WHAT TO PRODUCE: Retype every entry below exactly as it stands.

%%

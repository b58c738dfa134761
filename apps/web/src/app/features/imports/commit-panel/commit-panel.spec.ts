import { provideHttpClient } from '@angular/common/http';
import { HttpTestingController, provideHttpClientTesting } from '@angular/common/http/testing';
import { ComponentFixture, TestBed } from '@angular/core/testing';
import { HarnessLoader } from '@angular/cdk/testing';
import { TestbedHarnessEnvironment } from '@angular/cdk/testing/testbed';
import { MatButtonHarness } from '@angular/material/button/testing';
import { MatCheckboxHarness } from '@angular/material/checkbox/testing';
import { MatInputHarness } from '@angular/material/input/testing';
import { MatProgressBarHarness } from '@angular/material/progress-bar/testing';

import { CommitResult } from '../../../core/api/imports-api';
import { PROGRESS_POLL_INTERVAL_MS } from '../progress-polling';
import { CommitPanel } from './commit-panel';

async function settle(fixture: ComponentFixture<unknown>): Promise<void> {
  await new Promise((resolve) => setTimeout(resolve, 0));
  await fixture.whenStable();
}

function text(fixture: ComponentFixture<unknown>): string {
  return (fixture.nativeElement as HTMLElement).textContent ?? '';
}

describe('CommitPanel', () => {
  let fixture: ComponentFixture<CommitPanel>;
  let loader: HarnessLoader;
  let http: HttpTestingController;
  let results: CommitResult[];

  function create(pollIntervalMs: number): void {
    TestBed.configureTestingModule({
      providers: [provideHttpClient(), provideHttpClientTesting(), { provide: PROGRESS_POLL_INTERVAL_MS, useValue: pollIntervalMs }],
    });
    http = TestBed.inject(HttpTestingController);
    fixture = TestBed.createComponent(CommitPanel);
    fixture.componentRef.setInput('importId', 'imp-1');
    results = [];
    fixture.componentInstance.committed.subscribe((result) => results.push(result));
    loader = TestbedHarnessEnvironment.loader(fixture);
  }

  afterEach(() => http.verify());

  const commitButton = () => loader.getHarness(MatButtonHarness.with({ text: /Commit import/ }));

  describe('when stored values conflict with the file', () => {
    beforeEach(async () => {
      create(3_600_000);
      await settle(fixture);
    });

    it('asks for the replace choice and a reason, and only then sends both', async () => {
      await (await commitButton()).click();
      const first = http.expectOne({ method: 'POST', url: '/api/imports/imp-1/commit' });
      expect(first.request.body).toEqual({});
      first.flush(
        { error: { code: 'conflicts', message: '12 stored values differ from the file.', details: { conflicts: 12 } } },
        { status: 409, statusText: 'Conflict' },
      );
      await settle(fixture);

      expect(text(fixture)).toContain('12 stored values differ from this file');
      expect(results).toHaveLength(0);
      // Without the explicit choice the commit cannot be repeated.
      expect(await (await commitButton()).isDisabled()).toBe(true);

      const replace = await loader.getHarness(MatCheckboxHarness.with({ label: 'Replace conflicting values' }));
      await replace.check();
      expect(await (await commitButton()).isDisabled()).toBe(false);

      // A reason is required: an empty one sends nothing.
      await (await commitButton()).click();
      http.expectNone('/api/imports/imp-1/commit');
      expect(text(fixture)).toContain('Say why the stored values are replaced');

      await (await loader.getHarness(MatInputHarness.with({ selector: 'textarea' }))).setValue('Analyser re-linearised after the audit');
      await (await commitButton()).click();
      const second = http.expectOne({ method: 'POST', url: '/api/imports/imp-1/commit' });
      expect(second.request.body).toEqual({ replaceConflicts: true, reason: 'Analyser re-linearised after the audit' });
      second.flush({ inserted: 0, unchanged: 43_188, superseded: 12, conflicts: 12, nothingNew: false });
      await settle(fixture);

      expect(results).toEqual([{ inserted: 0, unchanged: 43_188, superseded: 12, conflicts: 12, nothingNew: false }]);
    });

    it('shows other refusals as they come, without asking to replace', async () => {
      await (await commitButton()).click();
      http
        .expectOne('/api/imports/imp-1/commit')
        .flush({ error: { code: 'not_mapped', message: 'Map the columns before committing.' } }, { status: 422, statusText: 'Unprocessable' });
      await settle(fixture);
      expect(text(fixture)).toContain('Map the columns before committing.');
      expect(await loader.getAllHarnesses(MatCheckboxHarness)).toHaveLength(0);
    });
  });

  describe('while the commit runs', () => {
    beforeEach(async () => {
      create(20);
      await settle(fixture);
    });

    it('shows the server progress in a progress bar', async () => {
      await (await commitButton()).click();
      const commit = http.expectOne('/api/imports/imp-1/commit');

      await new Promise((resolve) => setTimeout(resolve, 30));
      http.expectOne('/api/imports/imp-1/progress').flush({ phase: 'writing', done: 250, total: 1000, updatedAt: null });
      await settle(fixture);

      const bar = await loader.getHarness(MatProgressBarHarness);
      expect(await bar.getValue()).toBe(25);
      expect(text(fixture)).toContain('Writing readings: 250 of 1,000');

      // Polls sent while the commit was still running (a slow machine may send more than one);
      // match() takes them off the open list.
      http.match('/api/imports/imp-1/progress');
      commit.flush({ inserted: 1000, unchanged: 0, superseded: 0, conflicts: 0, nothingNew: false });
      await settle(fixture);
      await new Promise((resolve) => setTimeout(resolve, 40));
      // Polling stops with the commit: no further progress request is left open.
      http.expectNone('/api/imports/imp-1/progress');
      expect(results.map((r) => r.inserted)).toEqual([1000]);
    });
  });
});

%%

ANSWER SPACE:
repository b58c738dfa134761
filename apps/web/src/app/features/imports/commit-panel/commit-panel.spec.ts
import { provideHttpClient } from '@angular/common/http';
import { HttpTestingController, provideHttpClientTesting } from '@angular/common/http/testing';
import { ComponentFixture, TestBed } from '@angular/core/testing';
import { HarnessLoader } from '@angular/cdk/testing';
import { TestbedHarnessEnvironment } from '@angular/cdk/testing/testbed';
import { MatButtonHarness } from '@angular/material/button/testing';
import { MatCheckboxHarness } from '@angular/material/checkbox/testing';
import { MatInputHarness } from '@angular/material/input/testing';
import { MatProgressBarHarness } from '@angular/material/progress-bar/testing';

import { CommitResult } from '../../../core/api/imports-api';
import { PROGRESS_POLL_INTERVAL_MS } from '../progress-polling';
import { CommitPanel } from './commit-panel';

async function settle(fixture: ComponentFixture<unknown>): Promise<void> {
  await new Promise((resolve) => setTimeout(resolve, 0));
  await fixture.whenStable();
}

function text(fixture: ComponentFixture<unknown>): string {
  return (fixture.nativeElement as HTMLElement).textContent ?? '';
}

describe('CommitPanel', () => {
  let fixture: ComponentFixture<CommitPanel>;
  let loader: HarnessLoader;
  let http: HttpTestingController;
  let results: CommitResult[];

  function create(pollIntervalMs: number): void {
    TestBed.configureTestingModule({
      providers: [provideHttpClient(), provideHttpClientTesting(), { provide: PROGRESS_POLL_INTERVAL_MS, useValue: pollIntervalMs }],
    });
    http = TestBed.inject(HttpTestingController);
    fixture = TestBed.createComponent(CommitPanel);
    fixture.componentRef.setInput('importId', 'imp-1');
    results = [];
    fixture.componentInstance.committed.subscribe((result) => results.push(result));
    loader = TestbedHarnessEnvironment.loader(fixture);
  }

  afterEach(() => http.verify());

  const commitButton = () => loader.getHarness(MatButtonHarness.with({ text: /Commit import/ }));

  describe('when stored values conflict with the file', () => {
    beforeEach(async () => {
      create(3_600_000);
      await settle(fixture);
    });

    it('asks for the replace choice and a reason, and only then sends both', async () => {
      await (await commitButton()).click();
      const first = http.expectOne({ method: 'POST', url: '/api/imports/imp-1/commit' });
      expect(first.request.body).toEqual({});
      first.flush(
        { error: { code: 'conflicts', message: '12 stored values differ from the file.', details: { conflicts: 12 } } },
        { status: 409, statusText: 'Conflict' },
      );
      await settle(fixture);

      expect(text(fixture)).toContain('12 stored values differ from this file');
      expect(results).toHaveLength(0);
      // Without the explicit choice the commit cannot be repeated.
      expect(await (await commitButton()).isDisabled()).toBe(true);

      const replace = await loader.getHarness(MatCheckboxHarness.with({ label: 'Replace conflicting values' }));
      await replace.check();
      expect(await (await commitButton()).isDisabled()).toBe(false);

      // A reason is required: an empty one sends nothing.
      await (await commitButton()).click();
      http.expectNone('/api/imports/imp-1/commit');
      expect(text(fixture)).toContain('Say why the stored values are replaced');

      await (await loader.getHarness(MatInputHarness.with({ selector: 'textarea' }))).setValue('Analyser re-linearised after the audit');
      await (await commitButton()).click();
      const second = http.expectOne({ method: 'POST', url: '/api/imports/imp-1/commit' });
      expect(second.request.body).toEqual({ replaceConflicts: true, reason: 'Analyser re-linearised after the audit' });
      second.flush({ inserted: 0, unchanged: 43_188, superseded: 12, conflicts: 12, nothingNew: false });
      await settle(fixture);

      expect(results).toEqual([{ inserted: 0, unchanged: 43_188, superseded: 12, conflicts: 12, nothingNew: false }]);
    });

    it('shows other refusals as they come, without asking to replace', async () => {
      await (await commitButton()).click();
      http
        .expectOne('/api/imports/imp-1/commit')
        .flush({ error: { code: 'not_mapped', message: 'Map the columns before committing.' } }, { status: 422, statusText: 'Unprocessable' });
      await settle(fixture);
      expect(text(fixture)).toContain('Map the columns before committing.');
      expect(await loader.getAllHarnesses(MatCheckboxHarness)).toHaveLength(0);
    });
  });

  describe('while the commit runs', () => {
    beforeEach(async () => {
      create(20);
      await settle(fixture);
    });

    it('shows the server progress in a progress bar', async () => {
      await (await commitButton()).click();
      const commit = http.expectOne('/api/imports/imp-1/commit');

      await new Promise((resolve) => setTimeout(resolve, 30));
      http.expectOne('/api/imports/imp-1/progress').flush({ phase: 'writing', done: 250, total: 1000, updatedAt: null });
      await settle(fixture);

      const bar = await loader.getHarness(MatProgressBarHarness);
      expect(await bar.getValue()).toBe(25);
      expect(text(fixture)).toContain('Writing readings: 250 of 1,000');

      // Polls sent while the commit was still running (a slow machine may send more than one);
      // match() takes them off the open list.
      http.match('/api/imports/imp-1/progress');
      commit.flush({ inserted: 1000, unchanged: 0, superseded: 0, conflicts: 0, nothingNew: false });
      await settle(fixture);
      await new Promise((resolve) => setTimeout(resolve, 40));
      // Polling stops with the commit: no further progress request is left open.
      http.expectNone('/api/imports/imp-1/progress');
      expect(results.map((r) => r.inserted)).toEqual([1000]);
    });
  });
});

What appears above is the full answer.